PROBLEM STATEMENT – Using the data that follows, return exactly the lines from the one that contains "column (the default" through the one that contains "o := &r.opt", ends included.
○ ○ ○ ○
package job

import (
	"context"
	"errors"
	"os"
	"slices"
	"strings"

	"github.com/apache/arrow-go/v18/arrow"

	"github.com/heft-project/heft/fit"
	"github.com/heft-project/heft/pipeline"
)

// Part is one opened part of a table.
type Part struct {
	Src pipeline.Source
	// File is the file's own columns, written to the output; Src may read
	// fewer (splicing) or add partition columns.
	File *arrow.Schema
	// Plan is the file's layout when its columns are spliced rather than
	// re-encoded; nil to re-encode.
	Plan *pipeline.SplicePlan
}

// Close closes the part's source.
func (p Part) Close() error { return p.Src.Close() }

// Open opens the part of in that opt selects (opt.RowGroups) for scoring.
// With a splice plan (see Plan, for the same row groups) only the model's
// columns are read.
func (r *Runner) Open(ctx context.Context, in pipeline.Input, opt pipeline.SourceOptions, plan *pipeline.SplicePlan) (Part, error) {
	src, err := pipeline.Open(ctx, in, opt)
	if err != nil {
		return Part{}, err
	}
	schema := src.Schema()
	file := FileColumns(src)
	read := schema.NumFields()
	reopen := plan != nil // for the model's columns alone
	if plan != nil {
		opt.Columns = r.ModelColumns(schema)
		opt.DictionaryColumns = r.LevelColumns(schema)
		read = len(opt.Columns)
	}
	if b := BatchRowsFor(read, r.opt.BatchRows); !r.opt.BatchSet && b != opt.BatchRows && reopenable(in) {
		opt.BatchRows, reopen = b, true // for batches sized by the width read
	}
	if !reopen {
		return Part{Src: src, File: file}, nil
	}
	src.Close()
	if src, err = pipeline.Open(ctx, in, opt); err != nil {
		return Part{}, err
	}
	return Part{Src: src, File: file, Plan: plan}, nil
}

// FileColumns is the schema of src's file's own columns: src's without the
// partition columns it appends, which exist only in folder names.
func FileColumns(src pipeline.Source) *arrow.Schema {
	fields := src.Schema().Fields()
	if ps, ok := src.(pipeline.PartitionedSource); ok {
		fields = fields[:len(fields)-len(ps.PartitionColumns())]
	}
	return arrow.NewSchema(fields, nil)
}

// reopenable reports whether in can be opened a second time: a regular
// file, not stdin or a pipe, whose schema a first open has consumed.
func reopenable(in pipeline.Input) bool {
	if in.Path == pipeline.Stdin {
		return false
	}
	st, err := os.Stat(in.Path)
	return err == nil && st.Mode().IsRegular()
}

// ModelColumns names the columns scoring reads from a table of schema: the
// covariates, the treatment, the outcome when it is used and present, and
// the By columns the table has (a By name it lacks is left for the
// accumulators to report as the usage error it is).
func (r *Runner) ModelColumns(schema *arrow.Schema) []string {
	e := &r.m.Encoding
	cols := []string{e.Treatment.Column}
	for _, c := range e.Columns {
		cols = append(cols, c.Name)
	}
	if r.withOutcome(schema) {
		cols = append(cols, e.Outcome.Column)
	}
	for _, b := range r.opt.By {
		if len(schema.FieldIndices(b)) > 0 {
			cols = append(cols, b)
		}
	}
	seen := map[string]bool{}
	out := cols[:0]
	for _, c := range cols {
		if !seen[c] {
			seen[c] = true
			out = append(out, c)
		}
	}
	return out
}

// LevelColumns names the string covariates that only the encoder reads
// (not the treatment, the outcome or a By column): read as dictionaries,
// each page's levels are looked up once instead of once per row. Their
// output bytes are copied, so the type they are read as is not written.
func (r *Runner) LevelColumns(schema *arrow.Schema) []string {
	e := &r.m.Encoding
	other := append([]string{e.Treatment.Column}, r.opt.By...)
	if e.Outcome != nil {
		other = append(other, e.Outcome.Column)
	}
	var out []string
	for _, c := range e.Columns {
		if c.Kind != fit.KindCategorical || slices.Contains(other, c.Name) {
			continue
		}
		if i := schema.FieldIndices(c.Name); len(i) == 1 && schema.Field(i[0]).Type.ID() == arrow.STRING {
			out = append(out, c.Name)
		}
	}
	return out
}

// withOutcome: the outcome is decoded when something uses it and the table
// has it: a nightly table scored before its outcomes arrive still gets
// weights, balance and overlap.
func (r *Runner) withOutcome(schema *arrow.Schema) bool {
	o := r.m.Encoding.Outcome
	return r.opt.NeedOutcome && o != nil && len(schema.FieldIndices(o.Column)) > 0
}

// Plan returns the layout of in's row groups rg (all of them for the zero
// range) when its scored Parquet output can copy their column chunks as
// bytes rather than decode and re-encode every column (the default
// whenever it applies), else nil, logging why when the reason is not
// plain: splicing off, a non-Parquet input or output.
func (r *Runner) Plan(in pipeline.Input, rg pipeline.RowGroupRange) *pipeline.SplicePlan {
	o := &r.opt
	if !o.Splice || o.Format != Parquet || in.Format != pipeline.FormatParquet || in.Path == pipeline.Stdin {
		return nil
	}
	// A reason that holds for every input (a flag) is told once; one about
	// a file, for each file.
	why := func(once bool, format string, args ...any) *pipeline.SplicePlan {
		if !once || !r.toldWhy {
			r.toldWhy = r.toldWhy || once
			r.logf("heft score: re-encoding every column: "+format, args...)
		}
		return nil
	}
	if o.RowGroupSet {
		return why(true, "--row-group-rows sets new row groups (copying column chunks keeps the input's)")
	}
	plan, err := pipeline.PlanSpliceRange(in.Path, rg)
	var ns *pipeline.NoSpliceError
	switch {
	case errors.As(err, &ns):
		return why(false, "%s", ns.Error())
	case err != nil:
		return nil // the general path reports what is wrong with the file
	}
	if c := plan.Compression(); o.CompressionSet && c != codecName(o.Compression) {
		if c == "" {
			c = "mixed or other codecs"
		}
		return why(false, "%s: its column chunks are %s, --compression asks for %s", in.Path, c, o.Compression)
	}
	return plan
}

// codecName is a --compression value in the spelling
// SplicePlan.Compression uses.
func codecName(flag string) string {
	c := strings.ToLower(flag)
	if c == "uncompressed" {
		return "none"
	}
	return c
}

// spliceCodec is the appended columns' codec: Compression when asked for,
// else the input's when all its chunks share one we write, else snappy.
func (r *Runner) spliceCodec(plan *pipeline.SplicePlan) string {
	if r.opt.CompressionSet {
		return r.opt.Compression
	}
	if c := plan.Compression(); c != "" {
		return c
	}
	return "snappy"
}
○ ○ ○ ○
REPLY –
// bytes rather than decode and re-encode every column (the default
// whenever it applies), else nil, logging why when the reason is not
// plain: splicing off, a non-Parquet input or output.
func (r *Runner) Plan(in pipeline.Input, rg pipeline.RowGroupRange) *pipeline.SplicePlan {
	o := &r.opt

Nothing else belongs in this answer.